Но именно благодаря этим солдатским сапогам у малого народа сложились такие героические черты характера. Конечно, наполеоновский комплекс без великой армии в лучшем случае смешон, в худшем — отвратителен… Я не хочу отвечать за самонадеянный эстонский миф о справедливости, по части мстительности уравнивающий карликовый народ с великими народами-террористами. К сожалению, чем меньше народ, тем сильнее он унижен. И тем сильнее, неукротимее, навязчивее его воля к мести.
Размик и старушка тем временем от “черномазых” уже успели перейти к моей национальности. Бабуля грустит, как на поминках, жалея бедную деточку. Ведь эстонцев словно заколдовали, вывернули наизнанку. Остается одно: Размик обязан увести меня с собой в Париж.
Кусок пирога застревает у меня в горле.

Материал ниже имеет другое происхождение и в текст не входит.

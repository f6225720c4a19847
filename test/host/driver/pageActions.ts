/**
 * What a suite, which runs inside the extension host, asks of the browser that shows the editor. Sent as JSON to the bridge.
 * `panel` is the page inside the webview, `window` the editor around it.
 */
export type Place = 'window' | 'panel';

export type PageAction =
  /** Which load of the window this is, from 1. */
  | { readonly do: 'which load' }
  /** Loads the window again, as after a crash. The suite that asks is gone with it. */
  | { readonly do: 'load again' }
  /** Prints a line of the test run. */
  | { readonly do: 'say'; readonly text: string }
  /** How a suite ended whose host cannot write files. */
  | { readonly do: 'result'; readonly passes: number; readonly failures: number }
  | { readonly do: 'picture'; readonly name: string; readonly of: Place }
  /** A key or chord, as `Control+Shift+P`. */
  | { readonly do: 'press'; readonly key: string }
  | { readonly do: 'type'; readonly text: string }
  | { readonly do: 'click' | 'hover' | 'focus'; readonly in: Place; readonly selector: string }
  /** Drags from the middle of an element by so many pixels. */
  | { readonly do: 'drag'; readonly in: Place; readonly selector: string; readonly dx: number; readonly dy: number }
  /** The text of the first match; null where nothing matches. */
  | { readonly do: 'text'; readonly in: Place; readonly selector: string }
  | { readonly do: 'count'; readonly in: Place; readonly selector: string }
  /** `script` is the source of a function that gets the root element. */
  | { readonly do: 'evaluate'; readonly in: Place; readonly script: string }
  | { readonly do: 'viewport'; readonly width: number; readonly height: number }
  | { readonly do: 'media'; readonly reducedMotion: boolean }
  /** Violations that the accessibility checker finds in the panel. */
  | { readonly do: 'accessibility' }
  /** Messages of the browser's console that speak of a broken content security policy. */
  | { readonly do: 'policy violations' };

export interface AccessibilityViolation {
  readonly id: string;
  readonly impact: string;
  readonly help: string;
  readonly targets: readonly string[];
}
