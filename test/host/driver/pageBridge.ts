import { randomBytes } from 'node:crypto';
import { createServer, type IncomingMessage } from 'node:http';
import type { AddressInfo } from 'node:net';
import type { PageAction } from './pageActions';

export interface PageBridge {
  /** Where the suite finds it, with the secret in the path. */
  readonly url: string;
  close(): void;
}

async function bodyOf(request: IncomingMessage): Promise<string> {
  let body = '';
  for await (const chunk of request) body += String(chunk);
  return body;
}

/** Takes actions over loopback and answers each with `{ result }` or `{ error }`. */
export async function pageBridge(perform: (action: PageAction) => Promise<unknown>): Promise<PageBridge> {
  const secret = `/${randomBytes(16).toString('hex')}`;
  const server = createServer((request, response) => {
    const answer = (status: number, value: unknown) => {
      response.writeHead(status, { 'content-type': 'application/json', 'access-control-allow-origin': '*' });
      response.end(JSON.stringify(value));
    };
    if (request.url !== secret || request.method !== 'POST') {
      answer(404, { error: 'not here' });
      return;
    }
    bodyOf(request)
      .then(async (body) => answer(200, { result: (await perform(JSON.parse(body) as PageAction)) ?? null }))
      .catch((error: unknown) => answer(200, { error: error instanceof Error ? error.message : String(error) }));
  });
  await new Promise<void>((resolve) => server.listen(0, '127.0.0.1', resolve));
  const { port } = server.address() as AddressInfo;
  return {
    url: `http://127.0.0.1:${port}${secret}`,
    close: () => {
      server.closeAllConnections();
      server.close();
    },
  };
}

Поперхнувшись, я исхожу кашлем.
С двух сторон меня заботливо похлопывают по спине. Когда ко мне возвращается дыхание, выясняется, что моя поездка в Париж решена. Ну конечно, конечно, такой хорошей девушке нечего делать в переродившейся Эстонии. Как это ей самой не пришло в голову? Да, да, найдется и мне в Париже крыша над головой, я ведь тоже почти художница.

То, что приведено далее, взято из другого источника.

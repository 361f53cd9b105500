import type { Contract } from './contract.ts';

/**
 * Where each contract is called. It stands apart from the schemas so that the browser, which
 * trusts the server's replies, carries none of them; a contract takes its method and path from
 * here under its own name.
 */
export const endpoints = {
  seeAccount: { method: 'get', path: '/api/account' },
  signOut: { method: 'post', path: '/api/account/sign-out' },
  seeFrontDoor: { method: 'get', path: '/api/front-door' },
  seeSession: { method: 'get', path: '/api/sessions/:sessionId' },
  seeCalendar: { method: 'get', path: '/api/calendar' },
  claimSlot: { method: 'post', path: '/api/slots/:slotId/claim' },
  releaseSlot: { method: 'post', path: '/api/slots/:slotId/release' },
  seeShores: { method: 'get', path: '/api/shores' },
  seeShore: { method: 'get', path: '/api/shores/:shoreId' },
  makeShore: { method: 'post', path: '/api/shores' },
  changeShore: { method: 'put', path: '/api/shores/:shoreId' },
  findStations: { method: 'get', path: '/api/tide-stations' },
  previewShore: { method: 'post', path: '/api/shores/preview' },
  previewPlan: { method: 'post', path: '/api/season-plans/preview' },
  readPattern: { method: 'post', path: '/api/season-plans/read-pattern' },
  seePlans: { method: 'get', path: '/api/season-plans' },
  seePlan: { method: 'get', path: '/api/season-plans/:planId' },
  keepPlan: { method: 'post', path: '/api/season-plans' },
  changePlan: { method: 'put', path: '/api/season-plans/:planId' },
  makeSessions: { method: 'post', path: '/api/season-plans/:planId/make-sessions' },
  publishSessions: { method: 'post', path: '/api/season-plans/:planId/publish' },
  seeTables: { method: 'get', path: '/api/tide-tables' },
  previewTable: { method: 'post', path: '/api/tide-tables/preview' },
  acceptTable: { method: 'post', path: '/api/tide-tables' },
  takeBackTable: { method: 'post', path: '/api/tide-tables/:tableId/take-back' },
} as const satisfies Record<string, Pick<Contract, 'method' | 'path'>>;

export type EndpointName = keyof typeof endpoints;
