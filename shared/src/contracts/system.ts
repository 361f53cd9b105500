import { z } from 'zod';
import { contract } from './contract.ts';
import { nothing } from './wire.ts';

export const seeHealth = contract({
  method: 'get',
  path: '/api/health',
  summary: 'Whether the application and its database answer',
  params: nothing,
  query: nothing,
  body: nothing,
  reply: z.strictObject({ isWell: z.literal(true) }),
});

export const seeOpenApi = contract({
  method: 'get',
  path: '/api/openapi.json',
  summary: 'This description',
  params: nothing,
  query: nothing,
  body: nothing,
  reply: z.looseObject({ openapi: z.string() }),
});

Кровь ударяет мне в голову. Я вновь едва не теряю сознание. На этот раз от гнева В глубине своей натуры я все же достаточно осталась эстонкой. И потом — как это самому Размику не пришло в голову позвать меня в Париж?! Зато он мгновенно хватается за предложение совершенно незнакомой старушки и даже называет меня “почти” художницей. Это “почти” для меня еще непереносимее, чем неожиданное приглашение, сделанное по наущению старушки. Я же знаю, что Размик признает только большие полотна, а мои рисунки считает детской блажью. Самое оскорбительное, что я от него слышала: “Лучшее в Гаянэ то, что она вообще не занимается искусством!”.